Top of TASK MATERIAL

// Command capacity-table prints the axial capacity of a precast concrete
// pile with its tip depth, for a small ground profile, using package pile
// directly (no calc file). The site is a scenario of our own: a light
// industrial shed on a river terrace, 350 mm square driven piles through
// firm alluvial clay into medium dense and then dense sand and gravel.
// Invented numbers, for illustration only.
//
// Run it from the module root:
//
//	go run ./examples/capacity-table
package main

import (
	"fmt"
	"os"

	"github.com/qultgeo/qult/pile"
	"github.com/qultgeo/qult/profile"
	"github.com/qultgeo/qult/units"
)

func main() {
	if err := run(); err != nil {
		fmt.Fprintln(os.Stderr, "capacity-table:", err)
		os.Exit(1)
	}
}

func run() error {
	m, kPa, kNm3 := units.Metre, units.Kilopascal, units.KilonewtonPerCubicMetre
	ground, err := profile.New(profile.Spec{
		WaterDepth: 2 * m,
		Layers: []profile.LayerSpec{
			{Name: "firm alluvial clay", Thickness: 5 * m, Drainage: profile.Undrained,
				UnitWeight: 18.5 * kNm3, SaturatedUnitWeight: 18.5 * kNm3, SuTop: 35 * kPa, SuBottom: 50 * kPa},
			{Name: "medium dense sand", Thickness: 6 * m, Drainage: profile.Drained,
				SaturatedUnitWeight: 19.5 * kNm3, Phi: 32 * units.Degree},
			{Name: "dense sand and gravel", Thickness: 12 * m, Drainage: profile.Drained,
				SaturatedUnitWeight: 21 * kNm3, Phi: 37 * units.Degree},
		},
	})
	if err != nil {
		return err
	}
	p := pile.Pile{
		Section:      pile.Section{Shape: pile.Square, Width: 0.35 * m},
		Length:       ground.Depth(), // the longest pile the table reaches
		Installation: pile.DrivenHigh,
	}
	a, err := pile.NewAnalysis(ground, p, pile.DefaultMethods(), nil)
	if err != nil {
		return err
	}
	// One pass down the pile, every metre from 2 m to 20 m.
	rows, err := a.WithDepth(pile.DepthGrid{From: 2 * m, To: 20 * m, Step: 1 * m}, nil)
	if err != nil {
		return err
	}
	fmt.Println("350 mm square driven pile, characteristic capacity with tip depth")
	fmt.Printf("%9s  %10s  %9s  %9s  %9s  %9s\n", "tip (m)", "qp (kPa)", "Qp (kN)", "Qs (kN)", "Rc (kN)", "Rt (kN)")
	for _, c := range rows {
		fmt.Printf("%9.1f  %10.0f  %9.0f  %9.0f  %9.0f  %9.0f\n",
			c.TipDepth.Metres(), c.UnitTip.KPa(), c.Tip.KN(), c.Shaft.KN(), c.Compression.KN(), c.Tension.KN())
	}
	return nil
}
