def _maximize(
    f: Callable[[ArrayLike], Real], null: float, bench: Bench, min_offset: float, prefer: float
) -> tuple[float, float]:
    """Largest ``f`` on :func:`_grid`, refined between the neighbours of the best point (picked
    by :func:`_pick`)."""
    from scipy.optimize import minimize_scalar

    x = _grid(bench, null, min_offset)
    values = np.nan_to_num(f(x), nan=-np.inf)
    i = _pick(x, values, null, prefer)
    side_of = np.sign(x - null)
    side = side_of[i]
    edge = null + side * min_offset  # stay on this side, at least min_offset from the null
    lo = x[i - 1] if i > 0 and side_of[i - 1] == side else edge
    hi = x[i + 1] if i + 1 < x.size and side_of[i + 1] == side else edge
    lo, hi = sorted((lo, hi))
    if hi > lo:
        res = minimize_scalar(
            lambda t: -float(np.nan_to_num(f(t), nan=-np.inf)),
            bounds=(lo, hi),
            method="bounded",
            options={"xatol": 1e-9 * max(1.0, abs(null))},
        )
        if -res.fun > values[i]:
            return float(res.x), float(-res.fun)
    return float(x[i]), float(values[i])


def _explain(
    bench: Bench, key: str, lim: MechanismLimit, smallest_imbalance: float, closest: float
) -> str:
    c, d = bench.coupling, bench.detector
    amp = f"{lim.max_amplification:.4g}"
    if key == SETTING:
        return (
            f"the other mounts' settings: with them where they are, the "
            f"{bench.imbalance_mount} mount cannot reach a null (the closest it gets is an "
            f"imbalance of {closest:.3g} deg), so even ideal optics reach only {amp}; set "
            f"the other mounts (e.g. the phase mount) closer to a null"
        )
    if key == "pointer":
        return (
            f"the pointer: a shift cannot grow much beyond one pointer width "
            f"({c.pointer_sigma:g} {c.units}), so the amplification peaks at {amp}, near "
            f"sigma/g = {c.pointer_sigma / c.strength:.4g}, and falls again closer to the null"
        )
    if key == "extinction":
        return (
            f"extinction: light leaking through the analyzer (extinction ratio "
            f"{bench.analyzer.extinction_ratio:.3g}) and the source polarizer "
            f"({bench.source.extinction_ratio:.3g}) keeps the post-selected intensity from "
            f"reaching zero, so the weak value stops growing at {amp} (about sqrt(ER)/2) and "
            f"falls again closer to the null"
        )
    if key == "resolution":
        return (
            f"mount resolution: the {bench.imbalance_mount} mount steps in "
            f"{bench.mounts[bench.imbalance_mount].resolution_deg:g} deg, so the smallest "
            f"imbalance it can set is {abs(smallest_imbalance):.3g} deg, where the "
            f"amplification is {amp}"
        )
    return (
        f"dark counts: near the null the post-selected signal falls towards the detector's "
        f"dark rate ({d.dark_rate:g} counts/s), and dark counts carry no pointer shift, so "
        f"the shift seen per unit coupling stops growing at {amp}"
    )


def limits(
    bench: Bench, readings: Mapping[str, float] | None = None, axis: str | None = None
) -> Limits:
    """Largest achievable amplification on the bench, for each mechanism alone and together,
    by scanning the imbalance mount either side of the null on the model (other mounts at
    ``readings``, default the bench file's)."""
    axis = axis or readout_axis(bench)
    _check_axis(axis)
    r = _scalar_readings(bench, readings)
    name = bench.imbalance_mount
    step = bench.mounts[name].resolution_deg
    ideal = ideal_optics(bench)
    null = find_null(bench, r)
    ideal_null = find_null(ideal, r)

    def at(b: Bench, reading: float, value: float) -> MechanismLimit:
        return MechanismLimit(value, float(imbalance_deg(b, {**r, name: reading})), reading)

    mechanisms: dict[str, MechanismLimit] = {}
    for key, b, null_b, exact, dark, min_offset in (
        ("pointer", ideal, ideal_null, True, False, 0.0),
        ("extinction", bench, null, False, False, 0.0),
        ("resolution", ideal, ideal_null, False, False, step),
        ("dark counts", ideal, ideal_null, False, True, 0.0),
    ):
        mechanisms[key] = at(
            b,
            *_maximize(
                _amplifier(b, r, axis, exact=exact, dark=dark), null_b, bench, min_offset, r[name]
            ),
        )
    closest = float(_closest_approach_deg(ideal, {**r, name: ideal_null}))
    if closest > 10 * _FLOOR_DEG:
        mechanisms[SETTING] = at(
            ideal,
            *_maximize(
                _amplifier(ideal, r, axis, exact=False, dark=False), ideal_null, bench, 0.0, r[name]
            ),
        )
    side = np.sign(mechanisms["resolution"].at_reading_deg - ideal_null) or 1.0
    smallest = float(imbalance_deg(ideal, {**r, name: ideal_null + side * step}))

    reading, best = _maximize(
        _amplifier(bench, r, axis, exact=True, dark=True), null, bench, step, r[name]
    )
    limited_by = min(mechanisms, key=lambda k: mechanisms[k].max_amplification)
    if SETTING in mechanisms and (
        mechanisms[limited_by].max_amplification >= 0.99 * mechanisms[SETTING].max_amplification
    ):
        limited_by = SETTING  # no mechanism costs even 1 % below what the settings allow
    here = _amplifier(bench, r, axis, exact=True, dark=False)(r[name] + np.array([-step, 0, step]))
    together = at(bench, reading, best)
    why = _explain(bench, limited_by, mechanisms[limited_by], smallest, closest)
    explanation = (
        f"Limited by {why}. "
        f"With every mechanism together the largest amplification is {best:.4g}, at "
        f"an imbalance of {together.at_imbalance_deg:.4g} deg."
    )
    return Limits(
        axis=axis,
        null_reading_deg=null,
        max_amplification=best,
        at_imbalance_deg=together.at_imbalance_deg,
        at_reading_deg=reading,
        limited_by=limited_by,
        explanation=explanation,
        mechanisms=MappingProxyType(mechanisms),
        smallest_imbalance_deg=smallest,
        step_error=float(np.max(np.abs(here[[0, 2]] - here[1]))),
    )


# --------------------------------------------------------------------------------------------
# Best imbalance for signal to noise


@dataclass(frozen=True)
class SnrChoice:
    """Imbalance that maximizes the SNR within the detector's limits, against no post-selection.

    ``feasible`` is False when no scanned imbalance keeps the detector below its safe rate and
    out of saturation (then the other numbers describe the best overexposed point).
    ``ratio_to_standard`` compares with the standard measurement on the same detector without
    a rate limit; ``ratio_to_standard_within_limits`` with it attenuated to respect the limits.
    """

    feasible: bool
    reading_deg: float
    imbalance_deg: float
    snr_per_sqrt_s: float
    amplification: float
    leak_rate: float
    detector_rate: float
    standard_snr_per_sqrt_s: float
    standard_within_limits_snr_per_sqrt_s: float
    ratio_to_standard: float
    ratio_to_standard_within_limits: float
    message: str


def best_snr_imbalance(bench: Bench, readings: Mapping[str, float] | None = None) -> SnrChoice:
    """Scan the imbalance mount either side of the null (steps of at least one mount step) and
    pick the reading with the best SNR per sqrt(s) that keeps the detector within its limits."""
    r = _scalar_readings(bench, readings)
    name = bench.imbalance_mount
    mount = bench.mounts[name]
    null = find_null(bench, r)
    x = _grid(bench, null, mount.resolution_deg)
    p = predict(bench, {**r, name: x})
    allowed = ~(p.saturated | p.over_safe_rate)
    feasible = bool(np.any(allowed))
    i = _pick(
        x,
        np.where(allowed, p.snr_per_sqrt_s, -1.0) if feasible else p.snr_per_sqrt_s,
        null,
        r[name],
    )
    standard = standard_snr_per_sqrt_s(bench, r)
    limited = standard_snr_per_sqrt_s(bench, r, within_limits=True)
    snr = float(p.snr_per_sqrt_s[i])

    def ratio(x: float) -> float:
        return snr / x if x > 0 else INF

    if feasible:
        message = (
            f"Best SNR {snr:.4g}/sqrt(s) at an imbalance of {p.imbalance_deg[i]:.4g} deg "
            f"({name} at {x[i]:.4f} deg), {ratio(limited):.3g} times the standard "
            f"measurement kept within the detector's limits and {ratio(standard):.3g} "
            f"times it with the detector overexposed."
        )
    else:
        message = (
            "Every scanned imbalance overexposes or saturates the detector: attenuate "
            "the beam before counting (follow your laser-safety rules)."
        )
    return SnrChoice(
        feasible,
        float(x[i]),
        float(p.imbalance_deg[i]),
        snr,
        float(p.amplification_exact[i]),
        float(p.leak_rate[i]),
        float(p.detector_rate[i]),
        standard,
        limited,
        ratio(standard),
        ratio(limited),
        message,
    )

Bottom of TASK MATERIAL
Top of TASK MATERIAL

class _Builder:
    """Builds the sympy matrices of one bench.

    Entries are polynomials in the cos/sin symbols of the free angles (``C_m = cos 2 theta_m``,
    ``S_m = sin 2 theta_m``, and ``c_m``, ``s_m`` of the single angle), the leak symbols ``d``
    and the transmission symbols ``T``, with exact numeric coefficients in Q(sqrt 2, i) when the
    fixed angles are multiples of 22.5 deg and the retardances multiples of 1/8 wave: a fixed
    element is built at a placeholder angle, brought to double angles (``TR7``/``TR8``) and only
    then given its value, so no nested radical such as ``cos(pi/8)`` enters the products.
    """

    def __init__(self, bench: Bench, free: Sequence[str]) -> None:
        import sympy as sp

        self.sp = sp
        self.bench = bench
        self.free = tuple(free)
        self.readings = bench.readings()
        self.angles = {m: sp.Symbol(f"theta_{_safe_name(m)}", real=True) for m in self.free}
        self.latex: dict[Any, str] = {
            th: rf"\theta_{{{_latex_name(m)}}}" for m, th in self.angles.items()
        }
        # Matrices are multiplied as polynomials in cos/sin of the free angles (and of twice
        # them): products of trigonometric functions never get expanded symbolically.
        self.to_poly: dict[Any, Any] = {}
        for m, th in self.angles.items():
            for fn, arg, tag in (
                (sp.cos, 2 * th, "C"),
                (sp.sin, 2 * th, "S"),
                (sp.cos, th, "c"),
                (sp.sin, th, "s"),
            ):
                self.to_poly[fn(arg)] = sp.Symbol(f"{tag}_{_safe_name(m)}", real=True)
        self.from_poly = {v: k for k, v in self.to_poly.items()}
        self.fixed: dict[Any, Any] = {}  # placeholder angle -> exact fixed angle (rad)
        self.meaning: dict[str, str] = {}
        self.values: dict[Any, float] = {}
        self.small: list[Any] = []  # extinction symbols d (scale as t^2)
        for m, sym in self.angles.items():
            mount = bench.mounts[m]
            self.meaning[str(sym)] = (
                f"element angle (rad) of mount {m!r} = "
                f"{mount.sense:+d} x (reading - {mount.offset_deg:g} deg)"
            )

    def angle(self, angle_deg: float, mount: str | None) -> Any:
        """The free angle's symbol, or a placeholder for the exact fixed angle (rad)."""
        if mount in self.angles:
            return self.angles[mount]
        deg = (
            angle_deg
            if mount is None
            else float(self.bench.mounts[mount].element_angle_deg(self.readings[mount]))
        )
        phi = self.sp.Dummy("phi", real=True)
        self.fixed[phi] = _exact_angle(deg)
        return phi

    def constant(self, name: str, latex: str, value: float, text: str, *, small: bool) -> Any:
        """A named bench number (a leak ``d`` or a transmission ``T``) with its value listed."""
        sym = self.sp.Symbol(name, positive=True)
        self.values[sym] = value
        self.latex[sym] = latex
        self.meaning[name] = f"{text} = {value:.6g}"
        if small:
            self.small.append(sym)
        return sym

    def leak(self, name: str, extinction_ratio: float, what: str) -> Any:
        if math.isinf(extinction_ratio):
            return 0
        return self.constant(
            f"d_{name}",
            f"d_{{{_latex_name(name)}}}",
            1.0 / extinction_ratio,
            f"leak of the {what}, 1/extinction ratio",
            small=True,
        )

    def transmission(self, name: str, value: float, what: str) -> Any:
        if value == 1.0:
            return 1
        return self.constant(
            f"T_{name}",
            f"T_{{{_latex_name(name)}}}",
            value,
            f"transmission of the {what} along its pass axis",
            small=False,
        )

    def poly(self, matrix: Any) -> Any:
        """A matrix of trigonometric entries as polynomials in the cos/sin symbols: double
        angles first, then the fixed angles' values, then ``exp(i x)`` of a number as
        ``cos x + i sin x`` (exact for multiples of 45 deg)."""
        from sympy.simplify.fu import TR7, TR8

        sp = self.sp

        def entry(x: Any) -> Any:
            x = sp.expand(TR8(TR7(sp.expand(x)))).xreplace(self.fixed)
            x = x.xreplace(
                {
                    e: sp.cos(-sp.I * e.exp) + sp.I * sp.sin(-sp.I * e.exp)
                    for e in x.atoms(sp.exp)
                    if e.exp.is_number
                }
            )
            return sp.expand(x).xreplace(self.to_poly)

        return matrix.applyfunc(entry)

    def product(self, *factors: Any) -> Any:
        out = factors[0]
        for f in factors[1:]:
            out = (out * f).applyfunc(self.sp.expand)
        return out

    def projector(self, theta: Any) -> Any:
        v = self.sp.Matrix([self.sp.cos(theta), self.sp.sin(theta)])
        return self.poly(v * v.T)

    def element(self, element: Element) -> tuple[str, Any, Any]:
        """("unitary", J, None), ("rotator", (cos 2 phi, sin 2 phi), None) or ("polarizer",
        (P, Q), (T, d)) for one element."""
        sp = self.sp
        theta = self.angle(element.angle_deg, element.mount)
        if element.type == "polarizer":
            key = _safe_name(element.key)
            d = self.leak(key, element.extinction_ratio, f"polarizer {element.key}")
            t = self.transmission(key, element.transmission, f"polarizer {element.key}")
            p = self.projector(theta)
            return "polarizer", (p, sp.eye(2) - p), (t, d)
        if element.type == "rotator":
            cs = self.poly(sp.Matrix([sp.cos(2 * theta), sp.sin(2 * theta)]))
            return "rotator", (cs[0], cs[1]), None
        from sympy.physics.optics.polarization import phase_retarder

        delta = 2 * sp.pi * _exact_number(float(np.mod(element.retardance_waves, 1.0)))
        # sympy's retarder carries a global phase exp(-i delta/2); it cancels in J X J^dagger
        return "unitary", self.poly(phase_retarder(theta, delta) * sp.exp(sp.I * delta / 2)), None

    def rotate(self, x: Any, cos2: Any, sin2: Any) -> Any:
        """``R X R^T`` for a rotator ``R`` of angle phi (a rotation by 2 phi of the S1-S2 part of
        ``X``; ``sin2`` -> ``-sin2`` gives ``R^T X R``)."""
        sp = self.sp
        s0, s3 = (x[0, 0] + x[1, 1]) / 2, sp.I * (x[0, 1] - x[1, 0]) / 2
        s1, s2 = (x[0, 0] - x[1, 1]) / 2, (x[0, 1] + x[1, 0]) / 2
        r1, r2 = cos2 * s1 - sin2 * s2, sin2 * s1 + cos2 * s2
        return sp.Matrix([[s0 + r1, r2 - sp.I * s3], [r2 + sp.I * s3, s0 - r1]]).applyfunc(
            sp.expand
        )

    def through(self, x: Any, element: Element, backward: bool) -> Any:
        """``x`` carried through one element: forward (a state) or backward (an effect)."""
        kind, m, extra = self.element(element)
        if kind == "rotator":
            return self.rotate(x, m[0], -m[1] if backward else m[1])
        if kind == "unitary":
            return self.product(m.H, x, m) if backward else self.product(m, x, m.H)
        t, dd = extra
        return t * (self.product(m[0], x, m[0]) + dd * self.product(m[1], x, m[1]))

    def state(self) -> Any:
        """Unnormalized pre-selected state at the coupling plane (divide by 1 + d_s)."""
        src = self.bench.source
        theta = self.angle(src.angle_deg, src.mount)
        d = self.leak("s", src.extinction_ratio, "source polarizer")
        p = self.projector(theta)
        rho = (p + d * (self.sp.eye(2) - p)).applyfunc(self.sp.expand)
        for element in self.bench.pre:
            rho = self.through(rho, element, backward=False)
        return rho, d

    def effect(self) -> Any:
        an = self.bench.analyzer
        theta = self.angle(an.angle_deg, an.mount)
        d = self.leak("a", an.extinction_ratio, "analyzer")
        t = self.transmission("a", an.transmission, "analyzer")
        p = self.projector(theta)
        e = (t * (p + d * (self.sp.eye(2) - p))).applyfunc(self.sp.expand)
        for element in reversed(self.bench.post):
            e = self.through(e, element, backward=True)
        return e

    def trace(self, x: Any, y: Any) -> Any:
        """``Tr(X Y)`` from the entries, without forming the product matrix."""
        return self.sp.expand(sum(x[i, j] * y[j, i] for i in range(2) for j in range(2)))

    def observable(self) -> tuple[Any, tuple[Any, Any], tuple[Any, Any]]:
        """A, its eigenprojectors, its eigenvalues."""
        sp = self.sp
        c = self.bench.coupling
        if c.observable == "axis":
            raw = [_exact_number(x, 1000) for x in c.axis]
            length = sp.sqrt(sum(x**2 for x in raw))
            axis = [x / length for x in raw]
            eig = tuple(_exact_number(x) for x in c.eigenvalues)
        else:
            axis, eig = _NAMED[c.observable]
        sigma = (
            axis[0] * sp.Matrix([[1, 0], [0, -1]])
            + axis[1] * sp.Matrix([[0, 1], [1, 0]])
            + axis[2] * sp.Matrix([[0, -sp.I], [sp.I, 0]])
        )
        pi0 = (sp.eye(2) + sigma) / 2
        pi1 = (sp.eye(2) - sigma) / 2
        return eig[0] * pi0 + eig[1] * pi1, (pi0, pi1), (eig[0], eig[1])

Bottom of TASK MATERIAL
Top of TASK MATERIAL

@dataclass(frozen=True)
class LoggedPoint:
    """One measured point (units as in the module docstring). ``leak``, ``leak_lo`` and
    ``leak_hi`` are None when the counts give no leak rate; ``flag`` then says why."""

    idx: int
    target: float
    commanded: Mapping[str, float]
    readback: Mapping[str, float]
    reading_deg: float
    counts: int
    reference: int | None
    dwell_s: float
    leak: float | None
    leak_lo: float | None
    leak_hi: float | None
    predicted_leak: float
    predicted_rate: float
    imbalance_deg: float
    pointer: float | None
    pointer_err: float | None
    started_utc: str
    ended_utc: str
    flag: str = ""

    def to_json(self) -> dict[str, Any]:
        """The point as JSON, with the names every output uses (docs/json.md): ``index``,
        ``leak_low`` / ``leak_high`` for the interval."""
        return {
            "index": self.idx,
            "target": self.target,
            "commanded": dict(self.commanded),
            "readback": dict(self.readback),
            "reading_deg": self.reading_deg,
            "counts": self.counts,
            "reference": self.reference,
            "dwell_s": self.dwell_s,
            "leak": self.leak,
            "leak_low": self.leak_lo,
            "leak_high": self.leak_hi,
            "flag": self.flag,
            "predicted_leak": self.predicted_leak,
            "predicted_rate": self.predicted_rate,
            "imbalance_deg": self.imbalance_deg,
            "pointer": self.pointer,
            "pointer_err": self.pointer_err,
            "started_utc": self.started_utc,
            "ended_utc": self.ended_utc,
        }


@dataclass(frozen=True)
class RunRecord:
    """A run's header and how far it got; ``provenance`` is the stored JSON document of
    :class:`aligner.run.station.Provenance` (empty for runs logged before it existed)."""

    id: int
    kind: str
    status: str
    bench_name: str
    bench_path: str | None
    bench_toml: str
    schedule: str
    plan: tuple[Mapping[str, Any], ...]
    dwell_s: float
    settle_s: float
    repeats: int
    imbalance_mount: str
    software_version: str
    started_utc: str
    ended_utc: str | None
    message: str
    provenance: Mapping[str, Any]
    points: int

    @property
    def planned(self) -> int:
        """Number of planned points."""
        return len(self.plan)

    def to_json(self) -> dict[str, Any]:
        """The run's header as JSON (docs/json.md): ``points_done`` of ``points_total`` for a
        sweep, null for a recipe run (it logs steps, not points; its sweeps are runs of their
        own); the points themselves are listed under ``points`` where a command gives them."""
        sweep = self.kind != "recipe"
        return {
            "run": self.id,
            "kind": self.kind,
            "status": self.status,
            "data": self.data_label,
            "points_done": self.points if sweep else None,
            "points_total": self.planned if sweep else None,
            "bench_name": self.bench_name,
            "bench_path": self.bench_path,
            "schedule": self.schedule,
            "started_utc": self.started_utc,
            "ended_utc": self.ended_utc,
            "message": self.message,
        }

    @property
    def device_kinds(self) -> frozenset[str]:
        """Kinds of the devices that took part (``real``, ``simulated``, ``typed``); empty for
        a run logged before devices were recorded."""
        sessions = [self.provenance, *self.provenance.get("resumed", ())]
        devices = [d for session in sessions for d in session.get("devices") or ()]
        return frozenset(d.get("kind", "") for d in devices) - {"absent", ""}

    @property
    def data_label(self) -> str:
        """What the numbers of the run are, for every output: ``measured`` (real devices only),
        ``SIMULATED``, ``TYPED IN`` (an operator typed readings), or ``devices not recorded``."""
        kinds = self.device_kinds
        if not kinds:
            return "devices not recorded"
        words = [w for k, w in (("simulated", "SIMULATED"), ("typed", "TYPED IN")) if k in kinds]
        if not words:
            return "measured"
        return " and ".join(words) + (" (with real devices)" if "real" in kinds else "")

Bottom of TASK MATERIAL

* **EXERCISE BRIEF**
Starting at the line above that holds "a precast concrete" and ending at the line that holds "driven pile, characteristic", transcribe each line exactly and include no other lines.

* **RESULT OF THIS EXERCISE**
// Command capacity-table prints the axial capacity of a precast concrete
// pile with its tip depth, for a small ground profile, using package pile
// directly (no calc file). The site is a scenario of our own: a light
// industrial shed on a river terrace, 350 mm square driven piles through
// firm alluvial clay into medium dense and then dense sand and gravel.
// Invented numbers, for illustration only.
//
// Run it from the module root:
//
//	go run ./examples/capacity-table
package main

import (
	"fmt"
	"os"

	"github.com/qultgeo/qult/pile"
	"github.com/qultgeo/qult/profile"
	"github.com/qultgeo/qult/units"
)

func main() {
	if err := run(); err != nil {
		fmt.Fprintln(os.Stderr, "capacity-table:", err)
		os.Exit(1)
	}
}

func run() error {
	m, kPa, kNm3 := units.Metre, units.Kilopascal, units.KilonewtonPerCubicMetre
	ground, err := profile.New(profile.Spec{
		WaterDepth: 2 * m,
		Layers: []profile.LayerSpec{
			{Name: "firm alluvial clay", Thickness: 5 * m, Drainage: profile.Undrained,
				UnitWeight: 18.5 * kNm3, SaturatedUnitWeight: 18.5 * kNm3, SuTop: 35 * kPa, SuBottom: 50 * kPa},
			{Name: "medium dense sand", Thickness: 6 * m, Drainage: profile.Drained,
				SaturatedUnitWeight: 19.5 * kNm3, Phi: 32 * units.Degree},
			{Name: "dense sand and gravel", Thickness: 12 * m, Drainage: profile.Drained,
				SaturatedUnitWeight: 21 * kNm3, Phi: 37 * units.Degree},
		},
	})
	if err != nil {
		return err
	}
	p := pile.Pile{
		Section:      pile.Section{Shape: pile.Square, Width: 0.35 * m},
		Length:       ground.Depth(), // the longest pile the table reaches
		Installation: pile.DrivenHigh,
	}
	a, err := pile.NewAnalysis(ground, p, pile.DefaultMethods(), nil)
	if err != nil {
		return err
	}
	// One pass down the pile, every metre from 2 m to 20 m.
	rows, err := a.WithDepth(pile.DepthGrid{From: 2 * m, To: 20 * m, Step: 1 * m}, nil)
	if err != nil {
		return err
	}
	fmt.Println("350 mm square driven pile, characteristic capacity with tip depth")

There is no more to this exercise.